Expérimentalement, on va chercher à remettre en évidence la nature et le rôle des enzymes, molécules produites par les êtres vivants.
Exemple de l’hydrolyse progressive de l’amidon
L’amidon est une molécule qui se trouve notamment dans l’alimentation (pâtes, pommes de terre, riz, pain). C’est une molécule que l’on est amené à digérer, c’est-à-dire à découper en petites molécules.
On part d’un tube à essai dans lequel on a mis de l’empois d’amidon (poudre pure d’amidon avec de l’eau).
On dit que la molécule d’amidon (ci-dessus) est une macromolécule car il s’agit d’un assemblage de très nombreuses molécules de glucose (beaucoup plus petites). Il y a des chaînes ramifiées de glucose, qui, mises bout à bout, composent l’amidon.
On fait agir différents réactifs sur le tube contenant l’empois d’amidon.
I. Réaction avec l’acide chlorhydrique
Dans un premier temps, on fait réagir de l’acide chlorhydrique HCl (pH = 2) avec la solution d’empois d’amidon. On va ensuite réaliser un test au lugol (ou eau iodée). Il permet de mettre en évidence, selon sa coloration, la présence ou l’absence d’amidon. Lorsque le lugol, jaune-orangé, prend une coloration bleu nuit : il y a présence d’amidon. A t = 0, si on ajoute du lugol à l’empois d’amidon, on obtient une coloration bleu nuit qui montre que la solution est riche en amidon.
Si on laisse agir l’HCl, au bout de 45 min environ selon la concentration en acide, on obtient une coloration qui va virer au jaune-orangé. Le lugol ne réagit plus avec l’amidon car il n’y a plus d’amidon dans la solution. On retrouve la coloration initiale du lugol. Il y a eu disparition, digestion, de l’amidon qui a été transformé en plusieurs dizaines de minutes en présence d’acide chlorhydrique.
Qu’est devenu cet amidon transformé ?
On peut réaliser un autre test avec un autre marqueur : la liqueur de Fehling. Elle permet de mettre en évidence des sucres réducteurs (des petites molécules glucidiques comme le glucose). Lorsque elle est en présence de sucres réducteurs, elle passe d’une couleur bleue à une couleur rouge. Si on fait un test à la liqueur de Fehling à t = 0, au début de la digestion par HCl, il n’y a pas de sucres réducteurs. Au bout des 45min, on observe un précipité rouge brique. On en conclut que l’amidon a été hydrolysé en présence d’acide (hydrolyse acide) sous forme de glucose. Il y a effectivement présence de sucres réducteurs et, par des tests plus poussés, on peut dire qu’il s’agit du glucose.

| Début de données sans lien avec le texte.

"""Mesh files: every format and unit gives the same solid, and bad files are refused by name."""

from collections.abc import Callable
from pathlib import Path
from random import Random
from typing import cast

import numpy as np
import pytest
import trimesh
from hypothesis import HealthCheck, given, settings
from hypothesis import strategies as st

from app.files import meshes
from app.files.meshes import Unit, read_mesh
from geometry.errors import BadInput, Fault
from geometry.imported import ClosedMesh


def wedge() -> trimesh.Trimesh:
    """Return an invented solid without symmetry, so that swapped axes would show: a box with one corner drawn out."""
    box = trimesh.creation.box((40.0, 60.0, 90.0))
    box.vertices[7] += [15.0, 20.0, 25.0]
    return box


def written(folder: Path, name: str, content: str | bytes) -> Path:
    path = folder / name
    path.write_bytes(content.encode() if isinstance(content, str) else content)
    return path


def exported(mesh: trimesh.Trimesh, kind: str) -> bytes:
    content = cast("str | bytes", mesh.export(file_type=kind))
    return content.encode() if isinstance(content, str) else content


def fault_of(path: Path, unit: str = "mm") -> str:
    with pytest.raises(BadInput) as caught:
        read_mesh(path, cast("Unit", unit))
    assert all(fault.file == str(path) and fault.found and fault.allowed for fault in caught.value.faults)
    return str(caught.value)


@pytest.mark.parametrize("kind", ["stl", "stl_ascii", "obj", "ply"])
@pytest.mark.parametrize(("unit", "unit_mm"), [("mm", 1.0), ("cm", 10.0), ("m", 1000.0), ("in", 25.4)])
def test_formats_and_units_give_the_same_solid(tmp_path: Path, kind: str, unit: Unit, unit_mm: float) -> None:
    """The inch is 25.4 mm by definition (international yard and pound agreement, 1959)."""
    small = wedge()
    small.apply_scale(1.0 / unit_mm)
    mesh = read_mesh(written(tmp_path, f"wedge.{kind[:3].upper()}", exported(small, kind)), unit)
    assert (len(mesh.vertices), len(mesh.faces)) == (8, 12)
    ours, theirs = (sorted(map(tuple, np.round(vertices, 2))) for vertices in (mesh.vertices, wedge().vertices))
    # STL and PLY hold single precision.
    np.testing.assert_allclose(ours, theirs, atol=0.011)
    points = np.random.default_rng(1).uniform(-60.0, 60.0, (500, 3))
    surely = np.abs(points) < [19.0, 29.0, 44.0]
    assert mesh.contains(points[surely.all(axis=1)]).all()


def test_groups_materials_and_polygons_of_an_obj_file(tmp_path: Path) -> None:
    """Two cubes in two groups, faces of four corners; the library of materials that is named does not exist."""
    lines = ["mtllib /nowhere/colours.mtl"]
    corners = [(x, y, z) for x in (0, 10) for y in (0, 10) for z in (0, 10)]
    quads = [(1, 2, 4, 3), (5, 7, 8, 6), (1, 5, 6, 2), (3, 4, 8, 7), (1, 3, 7, 5), (2, 6, 8, 4)]
    for k in range(2):
        lines += [f"o cube{k}", *(f"v {x + 30 * k} {y} {z}" for x, y, z in corners), "usemtl red"]
        lines += ["f " + " ".join(str(n + 8 * k) for n in quad) for quad in quads]
    mesh = read_mesh(written(tmp_path, "cubes.obj", "\n".join(lines)), "mm")
    assert len(mesh.faces) == 24
    assert mesh.contains(np.array([[5.0, 5.0, 5.0], [35.0, 5.0, 5.0], [20.0, 5.0, 5.0]])).tolist() == [
        True,
        True,
        False,
    ]


def test_no_other_file_is_opened(tmp_path: Path, monkeypatch: pytest.MonkeyPatch) -> None:
    written(tmp_path, "colours.mtl", "newmtl red\nmap_Kd picture.png\n")
    path = written(tmp_path, "wedge.obj", b"mtllib colours.mtl\nusemtl red\n" + exported(wedge(), "obj"))
    opened: list[str] = []
    for kind, name in ((Path, "open"), (Path, "read_bytes"), (trimesh.resolvers.FilePathResolver, "get")):
        original = getattr(kind, name)

        def noting(self: object, *args: object, _original: Callable[..., object] = original) -> object:
            opened.append(str(args[0]) if isinstance(self, trimesh.resolvers.FilePathResolver) else str(self))
            return _original(self, *args)

        monkeypatch.setattr(kind, name, noting)
    read_mesh(path, "mm")
    assert opened == [str(path)]


def test_triangles_that_are_turned_the_wrong_way_are_turned_back(tmp_path: Path) -> None:
    mixed = wedge()
    mixed.faces[::3] = mixed.faces[::3, ::-1]
    mesh = read_mesh(written(tmp_path, "mixed.stl", exported(mixed, "stl")), "mm")
    assert mesh.contains(np.zeros((1, 3))).all()


def test_a_surface_with_a_hole_is_refused(tmp_path: Path) -> None:
    mesh = wedge()
    mesh.faces = mesh.faces[1:]
    assert "surface: found a surface with 3 open edges; allowed: a closed surface" in fault_of(
        written(tmp_path, "open.ply", exported(mesh, "ply"))
    )


def test_too_many_triangles_are_refused(tmp_path: Path, monkeypatch: pytest.MonkeyPatch) -> None:
    monkeypatch.setattr(meshes, "MOST_TRIANGLES", 11)
    assert "found 12 triangles; allowed: at most 11" in fault_of(written(tmp_path, "a.stl", exported(wedge(), "stl")))


def test_a_large_file_is_refused_unread(tmp_path: Path, monkeypatch: pytest.MonkeyPatch) -> None:
    monkeypatch.setattr(meshes, "LARGEST_FILE_BYTES", 100)
    assert "684 bytes; allowed: at most 100 bytes" in fault_of(written(tmp_path, "a.stl", exported(wedge(), "stl")))


@pytest.mark.parametrize("value", ["nan", "inf", "-1e30"])
def test_coordinates_that_are_no_place_are_refused(tmp_path: Path, value: str) -> None:
    text = exported(wedge(), "obj").decode().replace("v -20.00000000", f"v {value}", 1)
    assert f"v {value} " in text
    assert "allowed: numbers from -100000 to 100000" in fault_of(written(tmp_path, "a.obj", text))


@pytest.mark.parametrize(
    ("name", "content", "message"),
    [
        ("a.stl", b"", "an empty file; allowed: a file with content"),
        ("a.step", b"ISO-10303-21;", r"a file name that ends in '.step'; allowed: '.stl', '.obj', '.ply'"),
        ("a", b"solid", "a file name that ends in ''"),
        ("a.stl", b"\x00" * 84, "content that is no STL surface"),
        ("a.stl", b"\x00" * 80 + b"\xff\xff\xff\xff" + b"\x00" * 50, "content that is no STL surface"),
        ("a.obj", b"v 1 2\nf 1 2 3\n", "content that is no OBJ surface"),
        ("a.obj", b"just words\n", "content that is no OBJ surface"),
        (
            "a.ply",
            b"ply\nformat ascii 1.0\nelement vertex 999999999999\nend_header\n",
            "content that is no PLY surface",
        ),
        ("a.ply", b"not a ply", "content that is no PLY surface"),
    ],
)
def test_damaged_files_are_refused(tmp_path: Path, name: str, content: bytes, message: str) -> None:
    assert message in fault_of(written(tmp_path, name, content))


def test_missing_files_folders_and_units_are_refused(tmp_path: Path) -> None:
    assert "no such file; allowed: an existing file" in fault_of(tmp_path / "none.stl")
    assert "not a file; allowed: a file" in fault_of(tmp_path)
    assert "unit: found 'ft'; allowed: 'mm', 'cm', 'm', 'in'" in fault_of(tmp_path / "none.stl", "ft")


@given(st.sampled_from(["stl", "obj", "ply", "stl_ascii"]), st.randoms(use_true_random=False))
@settings(max_examples=40, suppress_health_check=[HealthCheck.function_scoped_fixture])
def test_whatever_is_in_a_file_the_answer_is_a_solid_or_a_fault(tmp_path: Path, kind: str, random: Random) -> None:
    content = bytearray(exported(wedge(), kind))
    for _ in range(random.choice([1, 4, 40])):
        at = random.randrange(len(content))
        content[at : at + random.choice([1, 1, 9])] = bytes(
            random.randrange(256) for _ in range(random.choice([0, 1, 5]))
        )
    path = written(tmp_path, f"damaged.{kind[:3]}", bytes(content))
    faults: tuple[Fault, ...] = ()
    solid = None
    try:
        solid = read_mesh(path, "mm")
    except BadInput as error:
        faults = error.faults
    assert isinstance(solid, ClosedMesh) or [fault.file for fault in faults] == [str(path)]
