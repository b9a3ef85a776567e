import warnings

import pytest
from matplotlib import rcParams
from matplotlib.figure import Figure

from app.files.chart_style import drawing_style, pdf_metadata
from tests.app.files.reports import provenance_for, small_report


def test_the_style_holds_inside_and_not_after() -> None:
    before = rcParams["pdf.fonttype"], list(rcParams["font.family"])
    with drawing_style():
        assert rcParams["pdf.fonttype"] == 42
        assert rcParams["font.family"][0] == "DejaVu Sans"
    assert (rcParams["pdf.fonttype"], list(rcParams["font.family"])) == before


def test_a_letter_without_a_font_is_no_reason_to_fail() -> None:
    with drawing_style():
        figure = Figure()
        figure.text(0.1, 0.1, "\U0001f9ff")
        figure.canvas.draw()
    with pytest.raises(UserWarning, match="other"):
        warnings.warn("other", stacklevel=1)


def test_a_pdf_is_dated_by_the_day() -> None:
    told = pdf_metadata(provenance_for(small_report()), "A title")
    assert told["Title"] == "A title"
    assert told["CreationDate"] == told["ModDate"]
    assert f"{told['CreationDate']:%Y-%m-%d %H:%M}" == "2026-03-04 12:00"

II. Réaction avec l’amylase salivaire
Dans un deuxième temps, on va réaliser une hydrolyse de l’amidon par une enzyme (protéine produite par les êtres vivants). On reprend la solution d’empois d’amidon de départ et on la met en présence d’amylase salivaire (molécule présente dans notre salive). On observe la même disparition de l’amidon par rapport à la première expérience sauf que :
- On se trouve à pH neutre.
- L’amylase peut agir à température corporelle : 37°C.
- La réaction dure 2 min.
On a donc une disparition de l’amidon très rapide, à pH et température compatibles avec la vie.
Si on réalise le test à la liqueur de Fehling, au bout de 2 min, on est en présence de sucres réducteurs. Il y a bien eu une séparation des molécules constituants l’amidon, une hydrolyse et transformation en sucres réducteurs. Dans un autre test, on peut voir qu’il ne s’agit pas de glucose mais de maltose.

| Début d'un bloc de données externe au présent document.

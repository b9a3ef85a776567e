import os
import stat
import sys
from pathlib import Path
from typing import BinaryIO

import pytest

from app.files.atomic import write_atomically
from geometry.errors import BadInput

posix_only = pytest.mark.skipif(sys.platform == "win32", reason="POSIX permissions, links and devices")


def hello(stream: BinaryIO) -> None:
    stream.write(b"hello")


def names(folder: Path) -> list[str]:
    return sorted(entry.name for entry in folder.iterdir())


def fault_of(path: Path) -> str:
    with pytest.raises(BadInput) as caught:
        write_atomically(path, hello)
    (fault,) = caught.value.faults
    assert fault.file == str(path)
    return fault.found


def test_a_file_appears_whole_and_alone(tmp_path: Path) -> None:
    write_atomically(tmp_path / "out.csv", hello)
    assert (tmp_path / "out.csv").read_bytes() == b"hello"
    assert names(tmp_path) == ["out.csv"]


def test_while_it_is_written_the_former_content_stands(tmp_path: Path) -> None:
    path = tmp_path / "out.csv"
    path.write_bytes(b"before")

    def write(stream: BinaryIO) -> None:
        stream.write(b"after")
        stream.flush()
        assert path.read_bytes() == b"before"

    write_atomically(path, write)
    assert path.read_bytes() == b"after"


@pytest.mark.parametrize("error", [ValueError("bad"), KeyboardInterrupt(), SystemExit(3)])
def test_whatever_stops_the_writing_nothing_changes(tmp_path: Path, error: BaseException) -> None:
    path = tmp_path / "out.csv"
    path.write_bytes(b"before")

    def write(stream: BinaryIO) -> None:
        stream.write(b"half")
        raise error

    with pytest.raises(type(error)) as caught:
        write_atomically(path, write)
    assert caught.value is error
    assert path.read_bytes() == b"before"
    assert names(tmp_path) == ["out.csv"]


def test_a_full_disk_is_told_and_leaves_nothing(tmp_path: Path) -> None:
    def write(stream: BinaryIO) -> None:
        stream.write(b"half")
        raise OSError(28, "No space left on device")

    with pytest.raises(BadInput, match="No space left on device"):
        write_atomically(tmp_path / "out.csv", write)
    assert names(tmp_path) == []


def test_a_file_that_another_program_holds_open_is_told(tmp_path: Path, monkeypatch: pytest.MonkeyPatch) -> None:
    # What Windows answers while a spreadsheet is open in another program.
    def refuse(_self: Path, _target: Path) -> None:
        raise PermissionError(13, "Access is denied")

    path = tmp_path / "out.xlsx"
    path.write_bytes(b"before")
    monkeypatch.setattr(Path, "replace", refuse)
    with pytest.raises(BadInput, match=r"Access is denied.*no other program has open"):
        write_atomically(path, hello)
    assert path.read_bytes() == b"before"
    assert names(tmp_path) == ["out.xlsx"]


def test_a_missing_folder_is_named(tmp_path: Path) -> None:
    assert fault_of(tmp_path / "nowhere" / "out.csv") == f"no folder '{tmp_path / 'nowhere'}'"
    assert names(tmp_path) == []


def test_a_folder_is_no_file(tmp_path: Path) -> None:
    assert fault_of(tmp_path) == "a folder"


def test_a_file_is_no_folder(tmp_path: Path) -> None:
    (tmp_path / "file").write_bytes(b"")
    assert "no folder" in fault_of(tmp_path / "file" / "out.csv")


def test_a_name_that_is_too_long_is_told(tmp_path: Path) -> None:
    assert "cannot be written" in fault_of(tmp_path / ("x" * 5000))
    assert names(tmp_path) == []


@pytest.mark.skipif(sys.platform != "linux", reason="needs a folder that not even root may write in")
def test_a_folder_without_permission_is_told() -> None:
    assert "cannot be written" in fault_of(Path("/proc/out.csv"))


def test_a_write_protected_file_is_not_replaced(tmp_path: Path, monkeypatch: pytest.MonkeyPatch) -> None:
    path = tmp_path / "out.csv"
    path.write_bytes(b"before")
    # Root may write everywhere, so that the system's answer is given here.
    monkeypatch.setattr(os, "access", lambda target, mode: not (target == path.resolve() and mode == os.W_OK))
    assert fault_of(path) == "a write-protected file"
    assert path.read_bytes() == b"before"


@posix_only
def test_a_device_is_not_replaced() -> None:
    assert fault_of(Path(os.devnull)) == "something other than a plain file"
    assert stat.S_ISCHR(Path(os.devnull).stat().st_mode)


@posix_only
def test_a_link_stays_a_link(tmp_path: Path) -> None:
    (tmp_path / "shelf").mkdir()
    link = tmp_path / "out.csv"
    link.symlink_to(tmp_path / "shelf" / "real.csv")
    for _ in range(2):  # first without, then with a file that the link leads to
        write_atomically(link, hello)
        assert link.is_symlink()
        assert (tmp_path / "shelf" / "real.csv").read_bytes() == b"hello"
    assert names(tmp_path / "shelf") == ["real.csv"]


@posix_only
def test_permissions_are_those_of_any_file_or_of_the_one_replaced(tmp_path: Path) -> None:
    plain = tmp_path / "plain"
    plain.write_bytes(b"")
    path = tmp_path / "out.csv"
    write_atomically(path, hello)
    assert path.stat().st_mode == plain.stat().st_mode
    path.chmod(0o640)
    write_atomically(path, hello)
    assert stat.S_IMODE(path.stat().st_mode) == 0o640
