"""Every pair of angles as rows."""

import csv
from dataclasses import replace
from pathlib import Path

import numpy as np
import pytest

from app.files.grid_csv import write_grid_csv
from geometry.assess import Assessment
from geometry.states import CODE_OF, STATES, State
from tests.app.files.assessments import one_couch_angle, plain, without_travel

HEADER = ["gantry_deg", "couch_deg", "clearance_mm", "slack_mm", "state", "machine_part", "couch_part"]


def rows_of(assessment: Assessment, tmp_path: Path) -> list[dict[str, str]]:
    path = tmp_path / "grid.csv"
    write_grid_csv(assessment, path)
    with path.open(encoding="utf-8", newline="") as stream:
        reader = csv.DictReader(stream)
        assert reader.fieldnames == HEADER
        return list(reader)


def row_at(rows: list[dict[str, str]], gantry: str, couch: str) -> dict[str, str]:
    (row,) = [row for row in rows if (row["gantry_deg"], row["couch_deg"]) == (gantry, couch)]
    return row


def test_every_pair_of_readings_has_one_row_with_what_the_map_says(tmp_path: Path) -> None:
    assessment = plain()
    rows = rows_of(assessment, tmp_path)
    exact = assessment.map
    gantry = {round(angle % 360.0, 9) for angle in exact.gantry_deg.tolist()}
    assert (
        len(rows) == len({(row["gantry_deg"], row["couch_deg"]) for row in rows}) == len(gantry) * len(exact.couch_deg)
    )
    for i, couch_deg in enumerate(exact.couch_deg):
        for j, gantry_deg in enumerate(exact.gantry_deg):
            row = row_at(rows, f"{gantry_deg % 360.0:g}", f"{couch_deg % 360.0:g}")
            assert float(row["clearance_mm"]) == pytest.approx(exact.clearance_mm[i, j], abs=2e-9)
            assert float(row["slack_mm"]) == pytest.approx(exact.slack_mm[i, j], abs=2e-9)
            assert row["state"] in list(STATES)


def test_contact_is_0_and_a_missing_distance_is_empty(tmp_path: Path) -> None:
    assessment = plain()
    exact = assessment.map
    clearance, slack = exact.clearance_mm.copy(), exact.slack_mm.copy()
    machine, other = exact.machine_part.copy(), exact.couch_part.copy()
    state = assessment.state.copy()
    clearance[4, 20] = slack[4, 20] = np.nan
    machine[4, 20] = other[4, 20] = -1
    state[4, 20] = CODE_OF[State.UNPROVED]
    clearance[4, 21], state[4, 21] = 0.0, CODE_OF[State.CONTACT]
    changed = replace(exact, clearance_mm=clearance, slack_mm=slack, machine_part=machine, couch_part=other)
    rows = rows_of(replace(assessment, map=changed, state=state), tmp_path)
    missing, touching = (
        row_at(rows, f"{exact.gantry_deg[j] % 360.0:g}", f"{exact.couch_deg[4] % 360.0:g}") for j in (20, 21)
    )
    assert (missing["clearance_mm"], missing["slack_mm"], missing["state"]) == ("", "", "unproved")
    assert (missing["machine_part"], missing["couch_part"]) == ("", "")
    assert (touching["clearance_mm"], touching["state"]) == ("0", "contact")


def test_a_reading_at_both_ends_of_the_travel_is_permitted_if_it_is_at_either(tmp_path: Path) -> None:
    assessment = plain()
    exact = assessment.map
    first, last = (int(np.flatnonzero(exact.gantry_deg == angle)[0]) for angle in (-180.0, 180.0))
    state = assessment.state.copy()
    state[4, first], state[4, last] = CODE_OF[State.UNPROVED], CODE_OF[State.PERMITTED]
    rows = rows_of(replace(assessment, state=state), tmp_path)
    assert row_at(rows, "180", "0")["state"] == "permitted"
    state[4, last] = CODE_OF[State.UNPROVED]
    rows = rows_of(replace(assessment, state=state), tmp_path)
    assert row_at(rows, "180", "0")["state"] == "unproved"


def test_without_travel_every_row_says_so(tmp_path: Path) -> None:
    assert {row["state"] for row in rows_of(without_travel(), tmp_path)} == {"no travel"}


def test_a_bore_has_one_couch_angle(tmp_path: Path) -> None:
    rows = rows_of(one_couch_angle(), tmp_path)
    assert {row["couch_deg"] for row in rows} == {"0"}
    assert len(rows) == 36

Le maltose est l’assemblage de deux molécules de glucose. Dans la digestion, l’amidon sera d’abord réduit en maltose puis le maltose en glucose, grâce à d’autres enzymes.
Au bilan, on a montré que les enzymes étaient des biocatalyseurs : des catalyseurs de réactions chimiques dans des conditions compatibles avec la vie.
III. Test du Biuret
Si on prend le tube de départ et qu’on y ajoute l’amylase salivaire et qu’on réalise le test du Biuret, on obtient une coloration violette stable qui signifie que l’on est en présence d’une molécule de nature protéique. Cette coloration persiste.
Cela permet de dire que les biocatalyseurs sont des protéines produites par l’organisme et qui vont permettre de faciliter certaines réactions chimiques.
Si on test l’effet de l’amylase salivaire sur un autre substrat (on remplace l’empois d’amidon par de la cellulose), les résultats seront négatifs : il n’y a pas d’hydrolyse de la cellulose par l’amylase. Cela permet de mettre en évidence la spécificité du substrat d’une enzyme. Une enzyme va pouvoir agir sur un substrat, une cible, et par un autre.